@Sinnlich,
I'm sorry , but WHAT"S WRONG WITH YOU - ok now i can see , i guess , why you went about it the way you did , but why couldn't you go see a marriage counselor instead of ,like you put it, "swinging" or trade partners, you brought this on yourself , and you're right your marriage might never be the same, i'm a married man and my wife and i were having intamacy issues and we talked about it and we were also in marraige counseling, however even if we were not in therapy to repair our issue i know niether one of us would go outside the marriage to have sex with someone else, i know she would have no part of it - PERIOD.

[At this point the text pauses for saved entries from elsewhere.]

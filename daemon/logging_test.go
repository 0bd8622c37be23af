package daemon

import (
	"bytes"
	"encoding/json"
	"strings"
	"testing"
)

func TestNewLogger(t *testing.T) {
	cases := []struct {
		level, format string
		json, fail    bool
		debug         bool
	}{
		{"", "", true, false, false}, // auto on a buffer: not a terminal
		{"info", "auto", true, false, false},
		{"debug", "json", true, false, true},
		{"warn", "text", false, false, false},
		{"loud", "text", false, true, false},
		{"info", "xml", false, true, false},
	}
	for _, tc := range cases {
		t.Run(tc.level+"/"+tc.format, func(t *testing.T) {
			var buf bytes.Buffer
			log, err := NewLogger(&buf, tc.level, tc.format)
			if tc.fail {
				if err == nil {
					t.Fatal("no error")
				}
				return
			}
			if err != nil {
				t.Fatal(err)
			}
			log.Debug("dbg")
			log.Warn("hello", "k", 1)
			out := buf.String()
			if got := strings.Contains(out, "dbg"); got != tc.debug {
				t.Errorf("debug line present %v, want %v: %s", got, tc.debug, out)
			}
			lines := strings.Split(strings.TrimSpace(out), "\n")
			last := lines[len(lines)-1]
			isJSON := json.Valid([]byte(last))
			if isJSON != tc.json {
				t.Errorf("JSON %v, want %v: %s", isJSON, tc.json, last)
			}
		})
	}
}
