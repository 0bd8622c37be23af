package daemon

import (
	"fmt"
	"strconv"
	"strings"
	"testing"
	"time"

	"github.com/nats-io/nats.go"

	"lariat/config"
	"lariat/daemon/record"
	"lariat/sink"
	"lariat/sink/natstest"
)

// withRejectLimit sets the republish limit of every model's rejects.
func withRejectLimit(rate float64, burst int) Option {
	return func(d *Daemon) error { d.rejectRate, d.rejectBurst = rate, burst; return nil }
}

// TestRejectBodyCut sends rejected records of several sizes through a
// real NATS server: a record the decoder could have accepted is republished
// whole, a longer one (up to 1 MB) is cut to record.DefaultMaxBytes with its
// original length in Lariat-Truncated.
func TestRejectBodyCut(t *testing.T) {
	m := testModel("cut", "test.cut", config.LossSquared)
	td := startDaemon(t, testConfig(t, m), withoutIdle())
	nc := connect(t, td.NATSURL())
	rejects := make(chan *nats.Msg, 8)
	if _, err := nc.ChanSubscribe("lariat.reject.cut", rejects); err != nil {
		t.Fatal(err)
	}
	nc.Flush()
	natstest.WaitFor(t, 10*time.Second, td.Ready)

	pad := func(n int) string { // a malformed record (an unterminated string) of exactly n bytes
		const head = `{"y":1,"x":{"a":1},"key":"`
		return head + strings.Repeat("k", n-len(head))
	}
	cases := []struct {
		name   string
		size   int
		reason string
		cut    bool
	}{
		{"small malformed record", 100, record.ReasonMalformed, false},
		{"largest record the decoder reads", record.DefaultMaxBytes, record.ReasonMalformed, false},
		{"one byte over", record.DefaultMaxBytes + 1, record.ReasonOversize, true},
		{"1 MB record", 1_000_000, record.ReasonOversize, true},
	}
	for _, tc := range cases {
		t.Run(tc.name, func(t *testing.T) {
			body := pad(tc.size)
			if len(body) != tc.size {
				t.Fatalf("test record of %d bytes, want %d", len(body), tc.size)
			}
			if err := nc.Publish(m.Subject, []byte(body)); err != nil {
				t.Fatal(err)
			}
			nc.Flush()
			var msg *nats.Msg
			select {
			case msg = <-rejects:
			case <-time.After(10 * time.Second):
				t.Fatal("no reject message")
			}
			if got := msg.Header.Get(sink.HeaderReason); got != tc.reason {
				t.Errorf("reason %q, want %q", got, tc.reason)
			}
			want, trunc := body, ""
			if tc.cut {
				want, trunc = body[:record.DefaultMaxBytes], strconv.Itoa(tc.size)
			}
			if got := msg.Header.Get(sink.HeaderTruncated); got != trunc {
				t.Errorf("Lariat-Truncated %q, want %q", got, trunc)
			}
			if string(msg.Data) != want {
				t.Errorf("body of %d bytes, want the first %d of the record", len(msg.Data), len(want))
			}
		})
	}
}

// TestRejectRateLimit sends bursts of bad records beyond the republish
// limit (here a burst of 10 that never refills) to two models through a
// real NATS server: each model republishes exactly its burst, counts the
// rest as not republished, and counts every one as rejected.
func TestRejectRateLimit(t *testing.T) {
	const burst, sent = 10, 50
	a := testModel("flood-a", "test.flood.a", config.LossSquared)
	b := testModel("flood-b", "test.flood.b", config.LossLogistic)
	for _, mode := range []string{config.IntakeCore, config.IntakeDurable} {
		t.Run(mode, func(t *testing.T) {
			td := startDaemon(t, testConfigMode(t, mode, a, b), withoutIdle(), withRejectLimit(1e-9, burst))
			nc := connect(t, td.NATSURL())
			rejects := make(chan *nats.Msg, 4*sent)
			if _, err := nc.ChanSubscribe("lariat.reject.>", rejects); err != nil {
				t.Fatal(err)
			}
			nc.Flush()
			natstest.WaitFor(t, 10*time.Second, td.Ready)
			// Half fail in the decoder (the subscription's goroutine), half
			// in the pipeline (the model goroutine: the learner refuses a
			// value of 1e60), so the limiter is shared by both.
			for i := range sent {
				for _, m := range []config.Model{a, b} {
					msg := `{"y":1,"x":{"a":1}`
					if i%2 == 1 {
						msg = `{"y":1,"x":{"a":1e60}}`
					}
					if err := nc.Publish(m.Subject, []byte(msg)); err != nil {
						t.Fatal(err)
					}
				}
			}
			nc.Flush()
			for _, m := range []string{"flood-a", "flood-b"} {
				natstest.WaitFor(t, 10*time.Second, func() error {
					if n := rejectedTotal(t, td.Daemon, m); n != sent {
						return fmt.Errorf("%s: %v rejects counted, want %d", m, n, sent)
					}
					return nil
				})
			}
			if n := metricValue(t, td.Daemon, "lariat_records_accepted_total", map[string]string{"model": "flood-a"}); n != 0 {
				t.Errorf("%v bad records accepted", n)
			}
			// Every reject has been counted, so every republication has been
			// sent; a round trip to the server flushes them to us.
			nc.Flush()
			time.Sleep(200 * time.Millisecond)
			got := map[string]int{}
			for len(rejects) > 0 {
				got[(<-rejects).Header.Get(sink.HeaderModel)]++
			}
			for _, m := range []string{"flood-a", "flood-b"} {
				if got[m] != burst {
					t.Errorf("%s: %d rejects republished, want %d", m, got[m], burst)
				}
				if n := metricValue(t, td.Daemon, "lariat_rejects_not_republished_total", map[string]string{"model": m}); n != sent-burst {
					t.Errorf("%s: lariat_rejects_not_republished_total %v, want %d", m, n, sent-burst)
				}
			}
		})
	}
}

// TestRejectLimiter checks the token bucket on a clock of its own: a full
// burst, then one token per 1/rate seconds, never more than the burst, and
// a time that goes backwards adds nothing.
func TestRejectLimiter(t *testing.T) {
	t0 := time.Unix(1e9, 0)
	l := newRejectLimiter(100, 5) // a token every 10 ms
	steps := []struct {
		at    time.Duration
		n     int // calls
		allow int // of which allowed
	}{
		{0, 8, 5},                     // the burst
		{5 * time.Millisecond, 1, 0},  // half a token
		{12 * time.Millisecond, 2, 1}, // 1.2 tokens
		{5 * time.Millisecond, 1, 0},  // back in time: nothing new
		{47 * time.Millisecond, 5, 3}, // 35 ms more: 3.7 tokens
		{time.Hour, 10, 5},            // refilled to the burst, not beyond
		{time.Hour + time.Second, 200, 5},
	}
	for i, s := range steps {
		got := 0
		for range s.n {
			if l.AllowN(t0.Add(s.at), 1) {
				got++
			}
		}
		if got != s.allow {
			t.Errorf("step %d (at %v): %d of %d allowed, want %d", i, s.at, got, s.n, s.allow)
		}
	}
}

// rejectedTotal sums lariat_records_rejected_total of model over reasons.
func rejectedTotal(t testing.TB, d *Daemon, model string) float64 {
	t.Helper()
	mfs, err := d.Registry().Gather()
	if err != nil {
		t.Fatal(err)
	}
	var n float64
	for _, mf := range mfs {
		if mf.GetName() != "lariat_records_rejected_total" {
			continue
		}
		for _, m := range mf.GetMetric() {
			for _, l := range m.GetLabel() {
				if l.GetName() == "model" && l.GetValue() == model {
					n += m.GetCounter().GetValue()
				}
			}
		}
	}
	return n
}
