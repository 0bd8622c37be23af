package daemon

import (
	"context"
	"errors"
	"fmt"
	"log/slog"
	"strings"
	"sync"
	"time"

	"github.com/nats-io/nats.go/jetstream"

	"lariat/config"
)

// streamIntake is the durable intake: each model's subject is captured by a
// JetStream stream of its own, <intake.stream_prefix>_<model>, and one
// reader goroutine per model reads it with an ordered consumer from the
// first sequence after the model's position (the last one its pipeline
// applied or rejected, restored from its checkpoint). The stream is the log
// and the checkpoint the position: a record published while lariat is down
// is read when it comes back, and a record applied before the last
// checkpoint is never read again. Readers wait for room in the model's
// queue instead of dropping (the stream is the buffer).
type streamIntake struct {
	d       *Daemon
	js      jetstream.JetStream
	stop    chan struct{}
	wg      sync.WaitGroup
	mu      sync.Mutex
	readers []jetstream.MessagesContext
}

// streamName returns the stream of model m.
func streamName(c *config.Config, m *config.Model) string {
	return c.Intake.StreamPrefix + "_" + m.Name
}

// errNoJetStream means the server does not answer JetStream requests.
var errNoJetStream = errors.New("daemon: the NATS server has no JetStream (intake.mode durable needs it; use auto or core)")

// newStreamIntake checks that JetStream answers and returns the intake.
func newStreamIntake(ctx context.Context, d *Daemon) (*streamIntake, error) {
	js, err := jetstream.New(d.nc)
	if err != nil {
		return nil, fmt.Errorf("daemon: JetStream: %w", err)
	}
	if _, err := js.AccountInfo(ctx); err != nil {
		return nil, fmt.Errorf("%w: %v", errNoJetStream, err)
	}
	return &streamIntake{d: d, js: js, stop: make(chan struct{})}, nil
}

// start ensures every model's stream (created, or updated to the
// configured subject and retention) and starts its reader.
func (s *streamIntake) start(ctx context.Context) error {
	for _, w := range s.d.workers {
		if err := s.startOne(ctx, w); err != nil {
			return fmt.Errorf("daemon: model %s: %w", w.name, err)
		}
	}
	for _, t := range s.d.templates {
		start := s.startTemplate
		if t.shared != nil {
			start = s.startShared
		}
		if err := start(ctx, t); err != nil {
			return fmt.Errorf("daemon: template %s: %w", t.name, err)
		}
	}
	return nil
}

func (s *streamIntake) startOne(ctx context.Context, w *worker) error {
	it, next, stored, name, err := s.open(ctx, w.cfg, "model", "checkpoint", w.startPos, w.log, w.skipped, min(w.cfg.Queue, 1024))
	if err != nil {
		return err
	}
	w.log.Info("reading the model's stream", "stream", name, "from", next, "stored", stored)
	s.wg.Go(func() {
		s.consume(it, next-1, w.log, w.skipped, func(subject string, data []byte, seq uint64) bool {
			return w.intakeSeq(subject, data, seq, s.stop)
		})
	})
	return nil
}

// consume hands every message of it to deliver, in stream order, until
// the intake stops or deliver returns false. A message delivered again
// after a consumer reset is passed over; a jump in the stream sequence
// (retention discarded records while the reader was behind) is reported
// to skipped. last is the sequence before the first one to deliver.
func (s *streamIntake) consume(it jetstream.MessagesContext, last uint64, log *slog.Logger,
	skipped func(n uint64, why string), deliver func(subject string, data []byte, seq uint64) bool) {
	for {
		m, err := it.Next()
		if err != nil {
			if errors.Is(err, jetstream.ErrMsgIteratorClosed) {
				return
			}
			select {
			case <-s.stop:
				return
			case <-time.After(100 * time.Millisecond): // heartbeat missed: the bus is down; the consumer recovers itself
			}
			continue
		}
		meta, err := m.Metadata()
		if err != nil {
			log.Error("stream message without metadata; skipped", "err", err)
			continue
		}
		seq := meta.Sequence.Stream
		if seq <= last {
			continue // delivered again after a consumer reset
		}
		if seq > last+1 && last > 0 {
			skipped(seq-last-1, fmt.Sprintf("the stream jumped from %d to %d (retention discarded records before they were read)", last, seq))
		}
		last = seq
		if !deliver(m.Subject(), m.Data(), seq) {
			return
		}
	}
}

// drain stops every reader and waits for them (messages a reader holds and
// has not queued are read again after the next start: the position only
// moves when the model goroutine has applied a record).
func (s *streamIntake) drain(ctx context.Context) error {
	close(s.stop)
	s.mu.Lock()
	for _, it := range s.readers {
		it.Stop()
	}
	s.mu.Unlock()
	done := make(chan struct{})
	go func() { s.wg.Wait(); close(done) }()
	select {
	case <-done:
		return nil
	case <-ctx.Done():
		return fmt.Errorf("daemon: stopping the stream readers: %w", ctx.Err())
	}
}

// describeStreams lists the streams, for the start-up log.
func describeStreams(c *config.Config) string {
	names := make([]string, len(c.Models)) // templates included
	for i := range c.Models {
		names[i] = streamName(c, &c.Models[i])
	}
	return strings.Join(names, ", ")
}

// open creates or updates the stream of the model entry m (a model, or a
// template with every instance key; kind names which in descriptions and
// logs) and starts an ordered reader of it after pos, the last sequence
// the entry's saved state (mark: its checkpoint or index) applied. A
// stream behind pos (deleted, or the server's store replaced, since: its
// sequences started again) is read from its start with a warning; records
// retention discarded before they were applied are reported to skipped.
// The reader is registered for drain. It returns the reader, the first
// sequence it reads, the records the stream holds and the stream's name.
func (s *streamIntake) open(ctx context.Context, m *config.Model, kind, mark string, pos uint64, log *slog.Logger,
	skipped func(n uint64, why string), pull int) (it jetstream.MessagesContext, next, stored uint64, name string, err error) {
	in := s.d.cfg.Intake
	name = streamName(s.d.cfg, m)
	st, err := s.js.CreateOrUpdateStream(ctx, jetstream.StreamConfig{
		Name:        name,
		Description: "lariat: labeled records of " + kind + " " + m.Name,
		Subjects:    []string{m.Subject},
		Retention:   jetstream.LimitsPolicy,
		Discard:     jetstream.DiscardOld,
		MaxAge:      in.MaxAge.Std(),
		MaxBytes:    in.MaxBytes,
		Storage:     jetstream.FileStorage,
	})
	if err != nil {
		return nil, 0, 0, name, fmt.Errorf("stream %s: %w", name, err)
	}
	info, err := st.Info(ctx)
	if err != nil {
		return nil, 0, 0, name, fmt.Errorf("stream %s: %w", name, err)
	}
	next = pos + 1
	if last := info.State.LastSeq; last < pos {
		log.Warn("the "+kind+"'s stream is behind its "+mark+" (deleted or replaced since); reading it from its first record",
			"stream", name, "stream_last", last, mark+"_position", pos)
		next = 1
	}
	if first := info.State.FirstSeq; info.State.Msgs > 0 && first > next {
		skipped(first-next, fmt.Sprintf("stream %s starts at %d, the %s's %s needs %d", name, first, kind, mark, next))
		next = first
	}
	cons, err := st.OrderedConsumer(ctx, jetstream.OrderedConsumerConfig{
		FilterSubjects: []string{m.Subject},
		DeliverPolicy:  jetstream.DeliverByStartSequencePolicy,
		OptStartSeq:    next,
	})
	if err != nil {
		return nil, 0, 0, name, fmt.Errorf("reader of stream %s: %w", name, err)
	}
	if it, err = cons.Messages(jetstream.PullMaxMessages(pull)); err != nil {
		return nil, 0, 0, name, fmt.Errorf("reader of stream %s: %w", name, err)
	}
	s.mu.Lock()
	s.readers = append(s.readers, it)
	s.mu.Unlock()
	return it, next, info.State.Msgs, name, nil
}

I don't know what you expect me to say to you but you brought this on yourself, now you have to deal with the emotions that come afterwards, jealousy is a BIGGY and getting over that is going to be tough, can you get over that, maybe, but its going to take time and lots of patience, how does your wife feel about all this, are you even talking to her about how you feel, if you're not, you need to , ASAP, otherwise you are in this alone and its going to be torture, if its not already, i felt pretty alone when we were having issues but we talked about it like i said, and we got through it, you can to, if you both are willing to do the work , the pain work, then yes you will be able to repair your marriage and things will slowly get better over time, i wish you the best, try not to beat yourself up and don't put your hands on her like you mentioned, because your relationship with her will DEFINITELY be finished, think about what you are going to say and sit down with her and talk with her, ASAP, if you want this to work you have to be patient, good luck.